_WHAT THIS TASK INVOLVES_
Start at the line below containing "file per rule" and stop at the line containing "r := spec.Routine". Repeat every line of that stretch exactly, and nothing outside it.

_INFORMATION_
····················
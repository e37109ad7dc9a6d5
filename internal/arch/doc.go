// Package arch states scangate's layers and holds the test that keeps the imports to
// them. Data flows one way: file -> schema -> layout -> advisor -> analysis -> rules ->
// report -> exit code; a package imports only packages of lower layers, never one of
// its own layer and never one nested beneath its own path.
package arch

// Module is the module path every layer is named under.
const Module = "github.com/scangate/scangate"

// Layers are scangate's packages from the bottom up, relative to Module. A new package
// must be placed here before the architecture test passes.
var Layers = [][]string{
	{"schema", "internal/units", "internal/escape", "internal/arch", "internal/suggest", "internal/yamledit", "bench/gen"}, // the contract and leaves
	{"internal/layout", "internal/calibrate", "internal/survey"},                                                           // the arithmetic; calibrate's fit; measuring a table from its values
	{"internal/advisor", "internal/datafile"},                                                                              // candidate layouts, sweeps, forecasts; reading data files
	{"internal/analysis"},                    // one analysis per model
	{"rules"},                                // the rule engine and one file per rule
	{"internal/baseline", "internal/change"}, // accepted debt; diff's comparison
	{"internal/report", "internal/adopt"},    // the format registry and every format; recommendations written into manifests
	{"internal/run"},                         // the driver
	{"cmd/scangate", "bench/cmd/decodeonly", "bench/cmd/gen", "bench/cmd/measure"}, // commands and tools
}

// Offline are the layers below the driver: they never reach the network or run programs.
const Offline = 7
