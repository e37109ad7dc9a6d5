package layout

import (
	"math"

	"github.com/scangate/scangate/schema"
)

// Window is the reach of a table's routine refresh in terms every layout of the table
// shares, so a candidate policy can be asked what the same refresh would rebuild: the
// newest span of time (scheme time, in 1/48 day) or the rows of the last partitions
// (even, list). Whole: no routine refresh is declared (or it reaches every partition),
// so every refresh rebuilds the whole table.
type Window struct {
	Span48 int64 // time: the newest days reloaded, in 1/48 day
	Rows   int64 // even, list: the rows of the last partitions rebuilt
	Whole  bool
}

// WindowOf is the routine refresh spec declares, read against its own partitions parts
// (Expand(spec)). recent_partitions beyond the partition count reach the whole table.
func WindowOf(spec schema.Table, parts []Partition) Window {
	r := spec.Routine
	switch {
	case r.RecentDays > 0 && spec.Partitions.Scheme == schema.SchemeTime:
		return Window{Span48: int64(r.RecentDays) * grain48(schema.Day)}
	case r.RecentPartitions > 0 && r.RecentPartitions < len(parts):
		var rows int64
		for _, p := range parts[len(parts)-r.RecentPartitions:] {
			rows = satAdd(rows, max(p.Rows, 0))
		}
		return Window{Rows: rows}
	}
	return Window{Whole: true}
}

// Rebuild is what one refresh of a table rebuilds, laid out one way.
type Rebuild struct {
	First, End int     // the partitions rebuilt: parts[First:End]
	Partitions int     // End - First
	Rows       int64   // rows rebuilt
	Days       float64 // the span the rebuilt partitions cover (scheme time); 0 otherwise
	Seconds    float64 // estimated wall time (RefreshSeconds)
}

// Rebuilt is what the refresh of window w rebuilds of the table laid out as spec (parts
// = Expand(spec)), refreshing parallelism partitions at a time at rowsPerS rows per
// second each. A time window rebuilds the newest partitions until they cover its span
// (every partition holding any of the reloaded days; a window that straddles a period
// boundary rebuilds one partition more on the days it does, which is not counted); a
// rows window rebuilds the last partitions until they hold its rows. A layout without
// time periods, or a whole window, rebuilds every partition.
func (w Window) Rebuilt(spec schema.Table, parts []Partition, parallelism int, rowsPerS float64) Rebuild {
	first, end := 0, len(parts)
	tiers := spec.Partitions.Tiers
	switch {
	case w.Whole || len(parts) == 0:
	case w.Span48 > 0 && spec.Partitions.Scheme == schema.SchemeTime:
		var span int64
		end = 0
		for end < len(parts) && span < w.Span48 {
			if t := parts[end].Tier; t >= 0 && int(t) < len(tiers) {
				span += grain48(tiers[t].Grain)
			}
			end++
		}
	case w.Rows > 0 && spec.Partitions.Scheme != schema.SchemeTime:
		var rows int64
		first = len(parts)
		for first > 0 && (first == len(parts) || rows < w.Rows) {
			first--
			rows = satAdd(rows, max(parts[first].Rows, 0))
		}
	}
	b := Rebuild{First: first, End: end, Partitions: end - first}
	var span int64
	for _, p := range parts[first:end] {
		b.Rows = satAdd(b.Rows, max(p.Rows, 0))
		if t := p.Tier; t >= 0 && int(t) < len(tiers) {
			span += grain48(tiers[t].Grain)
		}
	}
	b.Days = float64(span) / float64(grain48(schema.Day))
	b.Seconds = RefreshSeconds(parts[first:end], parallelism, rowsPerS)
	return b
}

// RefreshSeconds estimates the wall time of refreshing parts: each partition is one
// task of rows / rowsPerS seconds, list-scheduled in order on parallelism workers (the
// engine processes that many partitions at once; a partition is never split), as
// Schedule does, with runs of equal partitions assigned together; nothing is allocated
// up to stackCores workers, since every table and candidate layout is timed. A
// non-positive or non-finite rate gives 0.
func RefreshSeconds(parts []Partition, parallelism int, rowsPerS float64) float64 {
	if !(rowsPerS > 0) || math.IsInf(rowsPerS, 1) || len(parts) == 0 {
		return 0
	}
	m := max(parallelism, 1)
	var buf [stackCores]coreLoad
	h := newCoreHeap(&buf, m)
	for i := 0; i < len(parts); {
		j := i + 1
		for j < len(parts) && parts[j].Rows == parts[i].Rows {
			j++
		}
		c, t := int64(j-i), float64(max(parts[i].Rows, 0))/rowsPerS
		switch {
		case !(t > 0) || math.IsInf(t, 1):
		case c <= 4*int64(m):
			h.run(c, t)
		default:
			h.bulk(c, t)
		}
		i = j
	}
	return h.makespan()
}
····················
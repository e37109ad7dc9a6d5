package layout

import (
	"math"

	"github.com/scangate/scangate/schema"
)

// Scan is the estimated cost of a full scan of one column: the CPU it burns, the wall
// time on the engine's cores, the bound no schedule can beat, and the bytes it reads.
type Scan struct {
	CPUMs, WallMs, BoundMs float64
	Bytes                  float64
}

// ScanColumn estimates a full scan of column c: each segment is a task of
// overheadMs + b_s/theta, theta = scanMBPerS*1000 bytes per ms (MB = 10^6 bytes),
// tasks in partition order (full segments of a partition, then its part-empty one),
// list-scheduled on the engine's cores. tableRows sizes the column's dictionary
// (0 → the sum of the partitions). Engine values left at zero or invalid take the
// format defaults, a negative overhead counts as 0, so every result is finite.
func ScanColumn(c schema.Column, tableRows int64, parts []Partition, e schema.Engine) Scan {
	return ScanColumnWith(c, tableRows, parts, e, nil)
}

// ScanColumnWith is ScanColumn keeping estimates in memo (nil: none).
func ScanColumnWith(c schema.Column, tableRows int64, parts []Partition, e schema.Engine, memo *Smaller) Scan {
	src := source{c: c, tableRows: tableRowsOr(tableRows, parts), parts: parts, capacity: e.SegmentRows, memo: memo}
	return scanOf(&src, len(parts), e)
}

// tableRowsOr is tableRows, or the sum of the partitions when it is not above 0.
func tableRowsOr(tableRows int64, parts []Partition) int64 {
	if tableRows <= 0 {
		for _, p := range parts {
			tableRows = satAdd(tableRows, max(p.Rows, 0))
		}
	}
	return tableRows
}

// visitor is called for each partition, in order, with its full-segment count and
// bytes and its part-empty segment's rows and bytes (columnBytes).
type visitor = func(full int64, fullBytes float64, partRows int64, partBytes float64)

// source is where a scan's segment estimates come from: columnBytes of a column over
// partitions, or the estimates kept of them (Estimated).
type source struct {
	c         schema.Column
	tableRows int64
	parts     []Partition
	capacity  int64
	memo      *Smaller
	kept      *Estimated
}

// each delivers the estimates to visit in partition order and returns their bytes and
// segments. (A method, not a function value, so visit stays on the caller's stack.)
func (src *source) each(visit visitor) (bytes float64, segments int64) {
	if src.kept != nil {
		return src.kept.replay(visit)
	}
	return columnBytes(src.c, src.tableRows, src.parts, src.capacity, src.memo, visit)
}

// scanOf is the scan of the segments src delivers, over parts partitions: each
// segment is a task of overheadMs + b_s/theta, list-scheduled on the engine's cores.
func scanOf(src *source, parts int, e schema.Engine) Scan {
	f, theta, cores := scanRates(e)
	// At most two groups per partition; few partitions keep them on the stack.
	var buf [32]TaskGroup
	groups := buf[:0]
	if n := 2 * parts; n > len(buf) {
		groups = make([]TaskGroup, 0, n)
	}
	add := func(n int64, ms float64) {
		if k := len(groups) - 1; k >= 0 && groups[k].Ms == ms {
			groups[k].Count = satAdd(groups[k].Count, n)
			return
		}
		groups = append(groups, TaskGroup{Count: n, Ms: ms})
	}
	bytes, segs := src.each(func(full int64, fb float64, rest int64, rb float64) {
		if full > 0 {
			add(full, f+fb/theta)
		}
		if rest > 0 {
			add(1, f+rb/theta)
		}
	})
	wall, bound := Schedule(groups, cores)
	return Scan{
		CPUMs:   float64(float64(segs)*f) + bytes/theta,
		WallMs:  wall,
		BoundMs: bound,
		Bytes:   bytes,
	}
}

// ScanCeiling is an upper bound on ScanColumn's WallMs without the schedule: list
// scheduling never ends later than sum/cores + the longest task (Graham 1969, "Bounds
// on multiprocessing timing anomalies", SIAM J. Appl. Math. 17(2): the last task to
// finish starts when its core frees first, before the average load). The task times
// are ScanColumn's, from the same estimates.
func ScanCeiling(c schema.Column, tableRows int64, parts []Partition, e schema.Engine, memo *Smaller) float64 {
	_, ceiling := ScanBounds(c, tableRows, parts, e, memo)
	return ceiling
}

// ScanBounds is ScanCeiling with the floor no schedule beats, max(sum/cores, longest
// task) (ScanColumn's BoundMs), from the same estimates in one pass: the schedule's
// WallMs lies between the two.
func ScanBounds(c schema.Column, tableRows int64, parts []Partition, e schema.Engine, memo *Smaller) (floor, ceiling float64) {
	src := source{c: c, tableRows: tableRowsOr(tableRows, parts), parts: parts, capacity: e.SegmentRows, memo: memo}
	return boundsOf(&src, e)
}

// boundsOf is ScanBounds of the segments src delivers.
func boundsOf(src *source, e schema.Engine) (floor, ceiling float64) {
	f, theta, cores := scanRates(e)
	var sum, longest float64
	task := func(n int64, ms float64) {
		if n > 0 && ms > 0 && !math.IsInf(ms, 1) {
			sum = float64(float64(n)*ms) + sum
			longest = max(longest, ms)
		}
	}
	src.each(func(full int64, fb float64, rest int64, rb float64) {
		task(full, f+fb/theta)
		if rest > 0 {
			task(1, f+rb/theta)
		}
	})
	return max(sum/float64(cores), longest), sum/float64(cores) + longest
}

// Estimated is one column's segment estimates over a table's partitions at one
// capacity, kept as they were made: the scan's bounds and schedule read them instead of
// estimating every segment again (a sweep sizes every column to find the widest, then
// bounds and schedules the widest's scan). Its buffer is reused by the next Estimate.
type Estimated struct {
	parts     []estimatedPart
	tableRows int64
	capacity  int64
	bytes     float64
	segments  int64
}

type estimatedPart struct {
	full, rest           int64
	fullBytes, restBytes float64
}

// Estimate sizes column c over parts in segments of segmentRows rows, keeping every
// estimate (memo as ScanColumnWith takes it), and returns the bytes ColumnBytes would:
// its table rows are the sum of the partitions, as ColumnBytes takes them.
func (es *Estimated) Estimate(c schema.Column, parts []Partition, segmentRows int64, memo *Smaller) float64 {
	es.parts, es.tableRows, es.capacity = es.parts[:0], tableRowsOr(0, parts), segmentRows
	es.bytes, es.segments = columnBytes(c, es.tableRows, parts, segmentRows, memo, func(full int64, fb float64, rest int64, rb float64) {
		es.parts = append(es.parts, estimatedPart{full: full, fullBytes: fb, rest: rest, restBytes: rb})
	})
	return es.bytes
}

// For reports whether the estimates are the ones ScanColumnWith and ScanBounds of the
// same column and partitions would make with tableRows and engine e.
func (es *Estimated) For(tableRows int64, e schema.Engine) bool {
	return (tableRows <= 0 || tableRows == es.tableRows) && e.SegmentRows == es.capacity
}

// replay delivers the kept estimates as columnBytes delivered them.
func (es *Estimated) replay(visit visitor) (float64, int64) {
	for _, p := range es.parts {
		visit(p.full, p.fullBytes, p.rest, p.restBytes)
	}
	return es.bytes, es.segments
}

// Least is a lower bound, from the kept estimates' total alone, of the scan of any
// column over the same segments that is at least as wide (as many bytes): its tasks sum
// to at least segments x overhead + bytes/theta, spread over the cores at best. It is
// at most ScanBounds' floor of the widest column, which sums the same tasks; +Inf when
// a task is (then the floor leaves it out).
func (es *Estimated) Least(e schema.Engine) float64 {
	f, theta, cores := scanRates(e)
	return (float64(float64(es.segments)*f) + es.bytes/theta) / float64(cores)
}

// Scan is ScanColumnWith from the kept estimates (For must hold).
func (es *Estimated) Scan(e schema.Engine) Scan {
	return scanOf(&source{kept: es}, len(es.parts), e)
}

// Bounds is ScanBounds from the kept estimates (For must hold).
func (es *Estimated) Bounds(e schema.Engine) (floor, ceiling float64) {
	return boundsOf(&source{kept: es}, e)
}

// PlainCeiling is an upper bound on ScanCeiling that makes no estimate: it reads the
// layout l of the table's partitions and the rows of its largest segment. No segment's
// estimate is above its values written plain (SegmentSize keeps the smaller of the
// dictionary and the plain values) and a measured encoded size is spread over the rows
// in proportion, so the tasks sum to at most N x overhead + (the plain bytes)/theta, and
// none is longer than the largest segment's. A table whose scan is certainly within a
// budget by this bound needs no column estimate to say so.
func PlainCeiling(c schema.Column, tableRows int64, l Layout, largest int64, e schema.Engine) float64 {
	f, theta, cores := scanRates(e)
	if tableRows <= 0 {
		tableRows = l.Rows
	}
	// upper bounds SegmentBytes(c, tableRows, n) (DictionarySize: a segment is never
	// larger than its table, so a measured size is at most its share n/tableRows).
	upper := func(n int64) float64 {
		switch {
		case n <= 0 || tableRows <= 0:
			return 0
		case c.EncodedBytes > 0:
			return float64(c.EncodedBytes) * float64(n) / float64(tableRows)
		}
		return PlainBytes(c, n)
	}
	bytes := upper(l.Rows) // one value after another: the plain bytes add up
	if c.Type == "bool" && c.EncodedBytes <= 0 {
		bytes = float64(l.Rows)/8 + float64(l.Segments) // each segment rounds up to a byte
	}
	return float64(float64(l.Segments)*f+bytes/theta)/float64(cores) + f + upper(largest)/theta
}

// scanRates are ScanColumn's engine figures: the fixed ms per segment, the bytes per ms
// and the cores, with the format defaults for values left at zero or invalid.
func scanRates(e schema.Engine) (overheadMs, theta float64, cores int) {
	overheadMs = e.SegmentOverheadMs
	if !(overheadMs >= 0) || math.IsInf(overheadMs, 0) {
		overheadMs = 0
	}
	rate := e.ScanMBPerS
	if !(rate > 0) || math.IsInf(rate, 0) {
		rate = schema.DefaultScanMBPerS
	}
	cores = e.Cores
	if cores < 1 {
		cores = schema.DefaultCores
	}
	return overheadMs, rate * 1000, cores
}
····················
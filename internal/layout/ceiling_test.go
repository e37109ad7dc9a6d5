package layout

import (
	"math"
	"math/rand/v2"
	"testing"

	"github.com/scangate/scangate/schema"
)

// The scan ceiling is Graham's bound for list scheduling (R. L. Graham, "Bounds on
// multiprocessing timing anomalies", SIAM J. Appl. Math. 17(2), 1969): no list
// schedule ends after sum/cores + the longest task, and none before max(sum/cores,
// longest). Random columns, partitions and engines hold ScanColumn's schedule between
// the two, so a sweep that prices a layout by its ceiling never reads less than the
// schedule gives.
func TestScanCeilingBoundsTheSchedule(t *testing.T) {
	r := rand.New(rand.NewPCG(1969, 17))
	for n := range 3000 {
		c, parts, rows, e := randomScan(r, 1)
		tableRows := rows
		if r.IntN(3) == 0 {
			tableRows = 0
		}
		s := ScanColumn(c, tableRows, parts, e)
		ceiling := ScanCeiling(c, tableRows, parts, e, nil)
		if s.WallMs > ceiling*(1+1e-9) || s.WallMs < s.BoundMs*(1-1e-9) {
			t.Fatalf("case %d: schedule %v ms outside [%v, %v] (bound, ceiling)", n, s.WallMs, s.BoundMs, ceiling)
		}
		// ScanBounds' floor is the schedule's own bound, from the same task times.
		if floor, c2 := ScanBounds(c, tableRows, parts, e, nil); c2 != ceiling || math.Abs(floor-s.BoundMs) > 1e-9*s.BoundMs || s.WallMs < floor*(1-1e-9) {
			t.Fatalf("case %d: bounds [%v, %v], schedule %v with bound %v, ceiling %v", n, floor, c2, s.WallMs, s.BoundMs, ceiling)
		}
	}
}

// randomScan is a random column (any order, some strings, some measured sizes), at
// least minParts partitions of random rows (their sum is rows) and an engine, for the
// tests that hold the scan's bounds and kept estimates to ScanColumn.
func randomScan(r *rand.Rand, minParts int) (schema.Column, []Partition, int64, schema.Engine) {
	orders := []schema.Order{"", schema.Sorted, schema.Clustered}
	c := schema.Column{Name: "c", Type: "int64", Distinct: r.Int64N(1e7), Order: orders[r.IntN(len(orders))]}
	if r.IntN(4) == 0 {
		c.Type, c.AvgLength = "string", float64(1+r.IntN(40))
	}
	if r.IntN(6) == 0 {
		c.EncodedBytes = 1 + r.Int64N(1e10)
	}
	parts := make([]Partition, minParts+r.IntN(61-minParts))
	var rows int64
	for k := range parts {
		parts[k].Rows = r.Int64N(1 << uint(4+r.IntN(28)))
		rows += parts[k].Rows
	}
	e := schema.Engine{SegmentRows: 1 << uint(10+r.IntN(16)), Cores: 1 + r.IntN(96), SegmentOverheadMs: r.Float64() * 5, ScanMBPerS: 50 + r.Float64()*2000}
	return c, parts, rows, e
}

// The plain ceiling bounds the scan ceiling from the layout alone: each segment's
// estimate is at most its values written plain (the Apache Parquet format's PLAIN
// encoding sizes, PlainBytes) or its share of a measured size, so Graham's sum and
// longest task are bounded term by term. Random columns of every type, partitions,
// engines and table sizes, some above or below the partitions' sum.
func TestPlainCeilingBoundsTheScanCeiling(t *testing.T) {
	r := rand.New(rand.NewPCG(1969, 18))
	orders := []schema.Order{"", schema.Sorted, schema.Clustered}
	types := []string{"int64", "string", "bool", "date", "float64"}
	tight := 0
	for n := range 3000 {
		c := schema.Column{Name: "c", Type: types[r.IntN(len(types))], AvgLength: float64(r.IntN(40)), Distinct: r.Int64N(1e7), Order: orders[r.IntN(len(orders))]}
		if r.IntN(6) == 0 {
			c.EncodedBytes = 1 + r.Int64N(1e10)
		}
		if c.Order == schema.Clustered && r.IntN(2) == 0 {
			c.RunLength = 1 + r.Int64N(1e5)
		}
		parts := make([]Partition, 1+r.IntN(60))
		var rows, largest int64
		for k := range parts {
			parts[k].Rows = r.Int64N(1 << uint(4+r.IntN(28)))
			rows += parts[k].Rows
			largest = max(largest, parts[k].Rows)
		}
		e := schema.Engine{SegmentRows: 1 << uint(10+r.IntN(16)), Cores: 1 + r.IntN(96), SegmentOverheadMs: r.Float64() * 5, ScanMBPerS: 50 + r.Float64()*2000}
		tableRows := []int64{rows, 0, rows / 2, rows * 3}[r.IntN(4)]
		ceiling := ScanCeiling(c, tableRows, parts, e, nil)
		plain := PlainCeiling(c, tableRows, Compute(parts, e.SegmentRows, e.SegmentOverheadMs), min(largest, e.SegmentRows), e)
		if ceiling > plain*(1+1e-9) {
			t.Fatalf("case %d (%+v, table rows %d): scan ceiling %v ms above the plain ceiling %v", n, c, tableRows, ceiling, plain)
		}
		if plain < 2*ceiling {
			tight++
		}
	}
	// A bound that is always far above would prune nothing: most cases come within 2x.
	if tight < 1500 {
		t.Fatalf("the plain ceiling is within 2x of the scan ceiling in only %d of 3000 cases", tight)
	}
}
····················
_WRITTEN ANSWER_
	{"rules"},                                // the rule engine and one file per rule
	{"internal/baseline", "internal/change"}, // accepted debt; diff's comparison
	{"internal/report", "internal/adopt"},    // the format registry and every format; recommendations written into manifests
	{"internal/run"},                         // the driver
	{"cmd/scangate", "bench/cmd/decodeonly", "bench/cmd/gen", "bench/cmd/measure"}, // commands and tools
}

// Offline are the layers below the driver: they never reach the network or run programs.
const Offline = 7
repository e37109ad7dc9a6d5
package layout

import (
	"math"

	"github.com/scangate/scangate/schema"
)

// Window is the reach of a table's routine refresh in terms every layout of the table
// shares, so a candidate policy can be asked what the same refresh would rebuild: the
// newest span of time (scheme time, in 1/48 day) or the rows of the last partitions
// (even, list). Whole: no routine refresh is declared (or it reaches every partition),
// so every refresh rebuilds the whole table.
type Window struct {
	Span48 int64 // time: the newest days reloaded, in 1/48 day
	Rows   int64 // even, list: the rows of the last partitions rebuilt
	Whole  bool
}

// WindowOf is the routine refresh spec declares, read against its own partitions parts
// (Expand(spec)). recent_partitions beyond the partition count reach the whole table.
func WindowOf(spec schema.Table, parts []Partition) Window {
	r := spec.Routine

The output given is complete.